Crossover office can make stuff compatible with linux - but isn't freeware.


----------



## tomdkat (May 6, 2006)

tomdkat said:


> What about Banshee? I know getting Windows apps to run via wine can be a pain in the rear but CrossOver seems to do it well and fairly easily. I've used CrossOver in the past to get QuickTime support on Linux and it worked pretty well.
> 
> Peace...





Zeroday said:


> Try this
> 
> http://www.banshee-project.org/Main_Page
> 
> ...


Is it just me or is there an echo in here. 

Peace...


----------



## Zeroday (Dec 23, 2007)

LOL  I'm sorry.. I didn't notice his post - my oops.


----------



## tomdkat (May 6, 2006)

It's all good. I know that other poster VERY well. 

Peace...


----------



## RootbeaR (Dec 9, 2006)

namenotfound said:


> I tried using Wine, but it didn't work (Wine in itself isn't that great...)
> 
> Does anyone know a way to get iTunes to run on Linux?


Is there a reason you want itunes?
What is it that you want to accomplish?
When I used XP, itunes was the second application I removed.
Right after No rt On.
From all the pre-installed shtuff.


----------



## namenotfound (Apr 30, 2005)

RootbeaR said:


> Is there a reason you want itunes?
> What is it that you want to accomplish?
> When I used XP, itunes was the second application I removed.
> Right after No rt On.
> From all the pre-installed shtuff.



You can manage your Apple ID from within iTunes (rather than logging on to apple.com and doing it from there).
You can buy music, movies, and TV shows from the iTunes store.
More reliable connection to iPod than all the Linux iTunes-alternatives I tried (none of which would even recognize my iPod).
iTunes is used to authorize the computer so you can play protected music that you got from the iTunes store.


----------



## RootbeaR (Dec 9, 2006)

namenotfound said:


> You can manage your Apple ID from within iTunes (rather than logging on to apple.com and doing it from there).
> You can buy music, movies, and TV shows from the iTunes store.
> More reliable connection to iPod than all the Linux iTunes-alternatives I tried (none of which would even recognize my iPod).
> iTunes is used to authorize the computer so you can play protected music that you got from the iTunes store.

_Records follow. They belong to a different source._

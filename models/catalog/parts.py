"""What the catalogue holds: one frozen dataclass for each kind of part, SI units throughout.

Temperatures are in degrees Celsius [C], prices in the currency of the cost table [currency]. Every part
carries `origin`: for each field the words that say where the value comes from. Values describe a class of
parts, not a part one can order; replace them by a data sheet's before anything is built.
"""

from __future__ import annotations

import math
from collections.abc import Mapping
from dataclasses import dataclass, field

from models.catalog.clamp_diode import ClampDiode
from models.catalog.cost_model import CostModel
from models.catalog.emission_parts import ChokeMaterial, EmissionLimit
from models.catalog.limits import LimitBand, LimitTable
from models.catalog.part_table import PartTable
from models.cooling.fan import Fan

__all__ = [
    "DEVICE_CLASSES",
    "AcCapacitor",
    "Catalog",
    "ChokeMaterial",
    "ClampDiode",
    "Conductor",
    "CoreMaterial",
    "CoreShape",
    "CostModel",
    "DcLinkCapacitor",
    "Device",
    "EmissionLimit",
    "Fan",
    "LimitBand",
    "LimitTable",
    "PartTable",
]


DEVICE_CLASSES = (
    "low-voltage MOSFET",
    "silicon IGBT",
    "superjunction MOSFET",
    "SiC MOSFET",
    "GaN HEMT",
    "IGCT",
    "GTO",
)


@dataclass(frozen=True)
class Device:
    """A switch with its freewheeling path: a class of semiconductor, to be scaled by die area."""

    name: str
    device_class: str  # one of DEVICE_CLASSES
    voltage_rating_v: float  # [V]
    voltage_use_limit: float  # greatest dc voltage over the rating, two-level leg [-]
    die_area_min_m2: float  # switch die [m2]
    die_area_max_m2: float  # switch die that one package holds [m2]
    reference_current_density_a_per_m2: float  # rated current over switch die area [A/m2]
    # conduction: v = threshold + slope_area / area * i, linear in temperature between 25 C and hot_c
    threshold_25_v: float  # [V]
    threshold_hot_v: float  # [V]
    slope_area_25_ohm_m2: float  # [Ohm m2]
    slope_area_hot_ohm_m2: float  # [Ohm m2]
    hot_c: float  # temperature of the hot conduction values [C]
    dynamic_resistance_factor: float  # on-resistance under hard switching over static [-]
    shared_die: bool  # True: reverse current flows in the switch die, through the channel
    # diode: per diode die area; of a shared die it conducts in the dead time only
    diode_area_share: float  # diode die over switch die [-]
    diode_threshold_25_v: float  # [V]
    diode_threshold_hot_v: float  # [V]
    diode_slope_area_25_ohm_m2: float  # [Ohm m2]
    diode_slope_area_hot_ohm_m2: float  # [Ohm m2]
    # switching: E = e I V_ref (I/I_ref)^(k_i - 1) (V/V_ref)^k_v [1 - k_T (T_hot - T)]
    energy_reference_voltage_v: float  # V_ref [V]
    turn_on_energy_j_per_av: float  # at rated current, hot [J/(A V)]
    turn_off_energy_j_per_av: float  # [J/(A V)]
    recovery_energy_j_per_av: float  # 0 where the turn-on energy contains it [J/(A V)]
    turn_on_current_exponent: float  # [-]
    turn_off_current_exponent: float  # [-]
    recovery_current_exponent: float  # [-]
    energy_voltage_exponent: float  # of turn-on and turn-off [-]
    recovery_voltage_exponent: float  # [-]
    energy_hot_c: float  # T_hot [C]
    turn_on_temperature_coefficient_per_k: float  # refers to the hot value [1/K]
    turn_off_temperature_coefficient_per_k: float  # [1/K]
    recovery_temperature_coefficient_per_k: float  # [1/K]
    turn_on_includes_output_charge: bool  # True: do not add Q_oss V to the turn-on energy
    output_charge_c_per_m2: float  # at the reference voltage, of one switch [C/m2]
    output_charge_voltage_exponent: float  # Q ~ V^x [-]
    output_energy_j_per_m2: float  # at the reference voltage, of one switch [J/m2]
    gate_charge_c_per_m2: float  # over the gate swing [C/m2]
    gate_swing_v: float  # on minus off gate voltage [V]
    # thermal: R_jc = junction_case / A_ref (A_ref / A)^exponent
    junction_case_k_m2_per_w: float  # thermal resistance times die area [K m2/W]
    junction_case_reference_area_m2: float  # A_ref [m2]
    junction_case_exponent: float  # [-]
    diode_junction_case_factor: float  # diode over switch at equal die area [-]
    case_sink_k_per_w: float  # one package, insulation included [K/W]
    mounting_area_m2: float  # footprint on the heatsink [m2]
    package_volume_m3: float  # [m3]
    junction_limit_c: float  # [C]
    dead_time_s: float  # [s]
    price_per_area_per_m2: float  # of switch die area, package apart [currency/m2]
    package_price: float  # [currency]
    switch_node_capacitance_f: float  # package tab to heatsink through the insulation [F]
    gate_unit_power_w: float = 0.0  # of one package's gate unit, whatever the frequency [W]
    greatest_switching_frequency_hz: float = math.inf  # least on and off times, snubber recovery [Hz]
    # part of an energy at rated current that is there without current: E ~ (1 - c) (I/I_ref)^k_i + c
    turn_on_constant_share: float = 0.0  # [-]
    turn_off_constant_share: float = 0.0  # [-]
    recovery_constant_share: float = 0.0  # [-]
    origin: Mapping[str, str] = field(default_factory=dict, compare=False, repr=False)


@dataclass(frozen=True)
class CoreMaterial:
    """Magnetic material. Loss is k f^alpha B^beta in W/m3, Hz and T (sine peak), band by band."""

    name: str
    kind: str  # "gapped" (an air gap sets the inductance) or "powder" (the gap is spread in the material)
    families: tuple[str, ...]  # core shape families it is sold in
    saturation_t: float  # at 100 C [T]
    initial_permeability: float  # relative [-]
    density_kg_m3: float  # of the solid material [kg/m3]
    band_min_hz: tuple[float, ...]  # [Hz]
    band_max_hz: tuple[float, ...]  # [Hz]
    steinmetz_k: tuple[float, ...]  # [W/m3 with Hz and T]
    steinmetz_alpha: tuple[float, ...]  # [-]
    steinmetz_beta: tuple[float, ...]  # [-]
    line_loss_w_per_m3: float  # 50 Hz, 1.0 T sine peak [W/m3]
    line_loss_exponent: float  # of that loss on flux density [-]
    loss_factor: float  # penalty of the cut and bonded core on the loss law, 1 where none [-]
    bias_loss_factor: float  # loss with dc field over loss without, 1 where none [-]
    rolloff_field_a_per_m: float  # H_50, mu/mu_i = 1/(1 + (H/H_50)^c); infinite for gapped cores [A/m]
    rolloff_exponent: float  # c [-]
    temperature_limit_c: float  # continuous [C]
    price_per_kg: float  # finished core [currency/kg]
    area_factor: float  # iron area over the area listed with the shape [-]
    origin: Mapping[str, str] = field(default_factory=dict, compare=False, repr=False)


THREE_LIMB = "three-limb"  # one core for three phases; listed with a phase's share of it
TAPE_FAMILIES = ("cut C", THREE_LIMB)


@dataclass(frozen=True)
class CoreShape:
    """A core set of one size (pair of halves, ring, or cut core), bare of bobbin."""

    name: str
    family: str  # "E", "ETD", "PQ", "RM", "U", "toroid powder", "toroid ferrite", "cut C" or "three-limb"
    area_m2: float  # effective area A_e [m2]
    path_length_m: float  # effective length l_e [m]
    core_volume_m3: float  # effective volume V_e [m3]
    window_area_m2: float  # bare window, of all coils together [m2]
    window_breadth_m: float  # winding breadth along a layer [m]
    coil_count: int  # coils in series that share the winding: 1, or 2 on the legs of U and cut C cores
    mean_turn_length_m: float  # [m]
    box_volume_m3: float  # box around the wound core [m3]
    stack_depth_m: float  # depth by which one more stacked core grows; 0 where not practised [m]
    stackable: bool
    origin: Mapping[str, str] = field(default_factory=dict, compare=False, repr=False)

    @property
    def in_hole(self) -> bool:
        """Whether the winding goes through the hole of a ring, without a coil former."""
        return self.family.startswith("toroid")

    @property
    def wound_of_tape(self) -> bool:
        """Whether the core is wound of tape or strip, whose width is the stack depth."""
        return self.family in TAPE_FAMILIES


@dataclass(frozen=True)
class Conductor:
    """Winding conductor. Copper shares are of the bare window; 0 means not possible there."""

    name: str
    kind: str  # "round", "litz" or "foil"
    strand_diameter_m: float  # bare; the greatest one for round wire; 0 for foil [m]
    strand_outer_factor: float  # diameter (foil: thickness) over enamel over bare [-]
    copper_share_bobbin: float  # [-]
    copper_share_toroid: float  # [-]
    resistance_factor: float  # longer strand path and broken strands, on the dc resistance [-]
    price_per_kg: float  # [currency/kg]
    insulation_limit_c: float  # [C]
    origin: Mapping[str, str] = field(default_factory=dict, compare=False, repr=False)


@dataclass(frozen=True)
class AcCapacitor:
    """Film capacitor for the ac filter, scaled by capacitance at its rated voltage."""

    name: str
    voltage_rating_v_ac: float  # rms [V]
    volume_m3_per_f: float  # [m3/F]
    current_a_per_f: float  # greatest rms current over capacitance [A/F]
    loss_tangent: float  # [-]
    price_per_f: float  # [currency/F]
    price_fixed: float  # [currency]
    density_kg_m3: float  # [kg/m3]
    temperature_limit_c: float  # [C]
    origin: Mapping[str, str] = field(default_factory=dict, compare=False, repr=False)


@dataclass(frozen=True)
class DcLinkCapacitor:
    """One capacitor of a dc-link bank; a bank puts a number of them in series and parallel."""

    name: str
    technology: str  # "film" or "electrolytic"
    voltage_rating_v: float  # [V]
    unit_capacitance_f: float  # [F]
    unit_volume_m3: float  # of the box around it [m3]
    unit_ripple_a: float  # rated rms ripple current: 100 Hz (electrolytic) or 10 kHz (film) [A]
    ripple_multiplier_high: float  # rated current at 10 kHz and above over that at the rating frequency [-]
    unit_esr_low_ohm: float  # 100 Hz, working temperature [Ohm]
    unit_esr_high_ohm: float  # 10 kHz and above, working temperature [Ohm]
    rated_life_h: float  # at rated voltage, rated ripple and life_temperature_c [h]
    life_temperature_c: float  # [C]
    unit_price: float  # [currency]
    density_kg_m3: float  # mass over boxed volume [kg/m3]
    origin: Mapping[str, str] = field(default_factory=dict, compare=False, repr=False)


@dataclass(frozen=True)
class Catalog:
    """All parts and tables a study chooses from."""

    devices: PartTable[Device]
    clamp_diodes: PartTable[ClampDiode]
    core_materials: PartTable[CoreMaterial]
    core_shapes: PartTable[CoreShape]
    conductors: PartTable[Conductor]
    ac_capacitors: PartTable[AcCapacitor]
    dc_link_capacitors: PartTable[DcLinkCapacitor]
    fans: PartTable[Fan]
    choke_materials: PartTable[ChokeMaterial]
    emission_limits: PartTable[EmissionLimit]
    limit_tables: tuple[LimitTable, ...]
    cost: CostModel

    def limit_table(self, name: str) -> LimitTable:
        """The limit table called `name`.

        Raises
        ------
        ValueError
            If there is none; the message holds the nearest name.
        """
        return self.limit_tables[PartTable(self.limit_tables).index(name)]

So I can't just buy stuff from them? I have to be able to use apples software on a MS OS?
Sounds more like a lease than a sale/purchase.

My girlfriends Creative Zen VPlus works fine here on PCLinuxOS with Amarok.
My friend just got his wife an ipod for Christmas, I will let you know if it works as easy/well, but I am going away for a few days. He has PCLinuxOS as well.

Happy New Year everyone


----------



## PCLinux!!! (Jun 26, 2008)

I would like to get iTunes for PCLinux so I can put music on an iPod

Maybe there is an alternate program for PCLinux, any suggestions

E-mail suggestions please [email protected]


----------



## minoruhackerguy (May 7, 2008)

PCLinux!!! said:


> I would like to get iTunes for PCLinux so I can put music on an iPod
> 
> Maybe there is an alternate program for PCLinux, any suggestions
> 
> E-mail suggestions please [email protected]


..... not to sound rude dude, but did you even look at the rest of this thread. ^_^;; You can't use Itunes on linux without a lot and a lot of tweaking(and know-how). Putting it simply, for the most part, it's buggy and not worth it. :-/

There is one big problem with not having itunes... that's the fact that any music that was purchased from the itunes store has to have the DRM (copyright protection) removed to be used with linux. That is an article in itself and is becoming increasingly harder to do. Really though, even if you DO use itunes, it would be smart to remove all drm from your music. Apple can change the usage rights you agreed to when you made an apple account at any time without getting in trouble.. (it's in the licence agreement) That being said, one day you might go to burn a cd and have itunes say you can't burn anything anymore... Put simply, itunes can, after they take over the music industry, do what ever the hell they want. >:{

Another option for ipod and music management I love is Songbird. It's built after Mozilla and is a web browser also. The best part about it is that it has a lot fewer dependencies that Bashee or Rythmbox and has Media search features that let you download DRM free music from websites like Skreemr.com .


----------